La déclaration de Mikaela Shiffrin n’est pas liée à son record. Elle date de plus de dix ans, lorsque l’Américaine s’était imposée pour la première fois sur le circuit, se révélant à la face du monde en décembre 2012, à Are déjà. Poussée par ses parents et le désir de copier son grand frère, Shiffrin a quitté Vail et le Colorado à 8 ans pour rejoindre la Burke Mountain Academy, une école privée spécialisée dans le ski de compétition dans le Vermont.

Surdouée, elle a débarqué sur la scène internationale à deux jours de ses 16 ans, le 11 mars 2011, à Spindleruv Mlyn.

“J’étais une petite fille très ambitieuse, qui se voulait parfaite…”, raconte-t-elle. « Je suis arrivée sur ce géant en me disant que je pouvais gagner alors que j’ai terminé 43e de la première manche ! En slalom, le lendemain, j’avais moins pensé au résultat, mais plus au ski que je voulais montrer.”

Et elle termina 32e de la première manche.

“Ce fut ma première leçon, je l’ai gardée en tête toute ma carrière.”

Véritable prodige, l’Américaine est devenue championne olympique de slalom à 18 ans, en février 2014, à Sotchi. Après son explosion précoce, elle étendit son talent à plusieurs disciplines et gagna trois fois d’affilée le classement de la Coupe du monde, de 2017 à 2019.

Sa folle série de succès fut stoppée en février 2020 avec le décès de son père, Jeff, dans un accident domestique. Avec l’arrivée du Covid-19 sur le circuit, les annulations de courses et des soucis au dos, l’Américaine entra dans une période sombre, dont l’abîme survint en 2022 aux Jeux de Pékin qui furent pour elle un échec majeur avec trois sorties de piste !
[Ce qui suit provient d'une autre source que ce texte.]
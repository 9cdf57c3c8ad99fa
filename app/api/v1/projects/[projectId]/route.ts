import { projectOf, projectParams } from '@/lib/server/project-params';
import { projectOverview } from '@/lib/server/projects/project-overview';
import { route } from '@/lib/server/route';

/** What stands of a project: units, plots by state, doubts, people. */
export const GET = route({ access: { action: 'data.read', project: projectOf }, params: projectParams }, ({ params }) => projectOverview(params.projectId, new Date()));
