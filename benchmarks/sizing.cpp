// SPDX-License-Identifier: MIT
// Reading the starter tables; fronts of a lever over the whole of them.
#include "inputs.hpp"

#include <benchmark/benchmark.h>

#include <bismar/sizing/front.hpp>

#include <vector>

namespace bismar::benchmarks {

namespace {

void load_tables(benchmark::State& state) {
  Catalogue catalogue;
  for (auto _ : state) {
    // Letting go of the tables read before is no part of reading.
    state.PauseTiming();
    catalogue = {};
    state.ResumeTiming();
    catalogue = read_catalogue(BISMAR_BENCHMARK_DATA);
    benchmark::DoNotOptimize(&catalogue);
  }
  std::size_t items = 0;
  std::vector<double> areas;
  for (const auto& list : catalogue.stock) {
    items += list.items.size();
    for (const auto& item : list.items) {
      areas.push_back(item.section.area);
    }
  }
  state.counters["n"] = static_cast<double>(catalogue.materials.size());
  state.counters["size"] = static_cast<double>(items);
  state.counters["checksum"] = checksum(areas);
}

void lever_front(benchmark::State& state, Part (*make)()) {
  const auto& catalogue = starter();
  const auto part = make();
  Result result;
  for (auto _ : state) {
    result = front(part, catalogue);
    benchmark::DoNotOptimize(&result);
  }
  std::vector<double> costs;
  for (std::size_t i = 0; i < result.front_count; ++i) {
    costs.push_back(result.designs[i].cost);
  }
  state.counters["n"] = static_cast<double>(result.funnel.considered);
  state.counters["size"] = static_cast<double>(result.front_count);
  state.counters["checksum"] = checksum(costs);
  state.counters["evaluations"] = static_cast<double>(result.telemetry.evaluations);
  state.counters["per_evaluation"] = benchmark::Counter(
      static_cast<double>(result.telemetry.evaluations),
      benchmark::Counter::kIsIterationInvariantRate | benchmark::Counter::kInvert);
}

void lever_ruler(benchmark::State& state) {
  const auto& catalogue = starter();
  const auto part = wide_lever();
  const auto result = front(part, catalogue);
  ExchangeRuler ruler;
  for (auto _ : state) {
    ruler = exchange_ruler(result, part, catalogue);
    benchmark::DoNotOptimize(&ruler);
  }
  std::vector<double> ends;
  for (const auto& stretch : ruler.stretches) {
    ends.push_back(stretch.penalty_from);
  }
  state.counters["n"] = static_cast<double>(result.designs.size() + result.others.size());
  state.counters["size"] = static_cast<double>(ruler.stretches.size());
  state.counters["checksum"] = checksum(ends);
}

BENCHMARK(load_tables)->Name("starter_tables/load")->Unit(benchmark::kMillisecond);
BENCHMARK_CAPTURE(lever_front, shapes, wide_lever)
    ->Name("front/lever_all_routes_six_shapes")
    ->Unit(benchmark::kMillisecond);
BENCHMARK_CAPTURE(lever_front, stock, wide_lever_with_stock)
    ->Name("front/lever_all_routes_six_shapes_and_stock")
    ->Unit(benchmark::kMillisecond);
BENCHMARK(lever_ruler)->Name("ruler/lever_all_routes_six_shapes")->Unit(benchmark::kMillisecond);

}  // namespace

}  // namespace bismar::benchmarks
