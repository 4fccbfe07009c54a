// SPDX-License-Identifier: MIT
#include "member_words.hpp"

namespace bismar::detail {

namespace {

constexpr RatioWords proportion{
    "height_to_width", "height_to_width", "Height over width, both outside; height is along z."};
constexpr RatioWords wall{"wall_to_height", "wall_to_height", "Wall thickness over height."};
constexpr RatioWords web{"web_to_height", "web_to_height", "Web thickness over height."};
constexpr RatioWords flange{
    "flange_to_height", "flange_to_height", "Flange thickness over height."};
constexpr RatioWords root{"root_radius_to_height", "", "Root radius over height; default 0."};

}  // namespace

std::span<const ShapeWords> shape_words() {
  static const std::vector<ShapeWords> words = {
      {"round", SectionFamily::solid_round, "diameter", {}},
      {"square", SectionFamily::solid_square, "side", {}},
      {"hexagon", SectionFamily::solid_hexagon, "width_across_flats", {}},
      {"rectangle", SectionFamily::solid_rectangle, "height", {proportion}},
      {"ellipse", SectionFamily::solid_ellipse, "height", {proportion}},
      {"round_tube",
       SectionFamily::round_tube,
       "diameter",
       {{"wall_to_diameter", "wall_to_height", "Wall thickness over diameter."}}},
      {"elliptical_tube", SectionFamily::elliptical_tube, "height", {proportion, wall}},
      {"rectangular_tube", SectionFamily::rectangular_tube, "height", {proportion, wall}},
      {"i_section", SectionFamily::i_section, "height", {proportion, web, flange, root}},
      {"channel", SectionFamily::channel, "height", {proportion, web, flange, root}},
      {"t_section", SectionFamily::tee, "height", {proportion, web, flange, root}},
      {"angle", SectionFamily::angle, "height", {proportion, wall, root}},
      {"polygon", SectionFamily::polygon, "height", {}},
  };
  return words;
}

std::vector<std::string> surface_words() {
  return {"polished", "ground", "machined", "hot rolled", "as forged"};
}

std::vector<std::string> criterion_words() { return {"goodman", "gerber", "soderberg"}; }

}  // namespace bismar::detail
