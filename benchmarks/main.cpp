// SPDX-License-Identifier: MIT
#include "inputs.hpp"

#include <benchmark/benchmark.h>

#include <bismar/catalogue/catalogue.hpp>
#include <bismar/mechanics/member.hpp>

#include <algorithm>
#include <map>
#include <random>

namespace bismar::benchmarks {

const Catalogue& starter() {
  static const Catalogue catalogue = read_catalogue(BISMAR_BENCHMARK_DATA);
  return catalogue;
}

Part wide_lever() {
  Part part;
  part.name = "crank lever 300";
  part.quantity = 2000.0;
  part.body.length = 0.3;
  const double heights[] = {8e-3, 80e-3};
  part.body.shapes = {
      round({.height_min = heights[0], .height_max = heights[1]}),
      square({.height_min = heights[0], .height_max = heights[1]}),
      rectangle({.height_to_width = 2.0, .height_min = heights[0], .height_max = heights[1]}),
      ellipse({.height_to_width = 1.25, .height_min = heights[0], .height_max = heights[1]}),
      round_tube({.wall_to_height = 0.1, .height_min = heights[0], .height_max = heights[1]}),
      rectangular_tube({.height_to_width = 1.5,
                        .wall_to_height = 0.08,
                        .height_min = heights[0],
                        .height_max = heights[1]})};
  part.body.load_cases = {cantilever({force(655.0, 0.3)}, "tightening")};
  part.limits.deflection = 10e-3;
  return part;
}

Part wide_lever_with_stock() {
  Part part = wide_lever();
  part.body.stock = {"all"};
  return part;
}

namespace {

template <class Make>
const std::vector<double>& made_once(std::map<std::size_t, std::vector<double>>& kept,
                                     std::size_t n,
                                     Make&& make) {
  auto& points = kept[n];
  if (points.empty()) {
    points.reserve(2 * n);
    make(points);
  }
  return points;
}

}  // namespace

const std::vector<double>& random_points(std::size_t n) {
  static std::map<std::size_t, std::vector<double>> kept;
  return made_once(kept, n, [n](std::vector<double>& points) {
    std::mt19937_64 random(1);
    std::uniform_real_distribution<double> share(0.0, 1.0);
    for (std::size_t i = 0; i < 2 * n; ++i) {
      points.push_back(share(random));
    }
  });
}

const std::vector<double>& points_on_a_curve(std::size_t n) {
  static std::map<std::size_t, std::vector<double>> kept;
  return made_once(kept, n, [n](std::vector<double>& points) {
    std::vector<std::size_t> places(n);
    for (std::size_t i = 0; i < n; ++i) {
      places[i] = i;
    }
    std::mt19937_64 random(2);
    std::shuffle(places.begin(), places.end(), random);
    for (const auto place : places) {
      const double f = 1.0 + static_cast<double>(place) / static_cast<double>(n);
      points.insert(points.end(), {f, 1.0 / f});
    }
  });
}

double checksum(std::span<const double> values) {
  double sum = 0.0;
  for (std::size_t i = 0; i < values.size(); ++i) {
    sum += values[i] * static_cast<double>(i % 1000 + 1);
  }
  return sum;
}

}  // namespace bismar::benchmarks

BENCHMARK_MAIN();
Humiliée, avec le sentiment du “ridicule” selon ses termes, la skieuse a rebondi spectaculairement. L’été dernier, elle a consulté un psychologue du sport et, cette saison, elle a retrouvé le rythme de victoires de ses plus belles années.

“Depuis trois ans, j’ai toujours voulu revenir en arrière, revoir mon père en vie. Je me sens différente désormais. Je respecte mon chemin, mais aussi ce que j’ai aujourd’hui, une superbe relation, une famille présente. Ça me donne de l’espoir. J’ai compris que je ne voulais pas guérir de la mort de mon père. Il peut me manquer mais, en même temps, je peux être heureuse de tout ce qui m’arrive !”

L’Américaine met également en avant sa relation sentimentale avec Aleksander Aamodt Kilde comme facteur de son renouveau. Sur son casque est gravée la règle d’or fixée pendant son enfance par son père : “Be nice, Think first, Have fun” (Sois respectueuse, réfléchis d’abord, amuse-toi).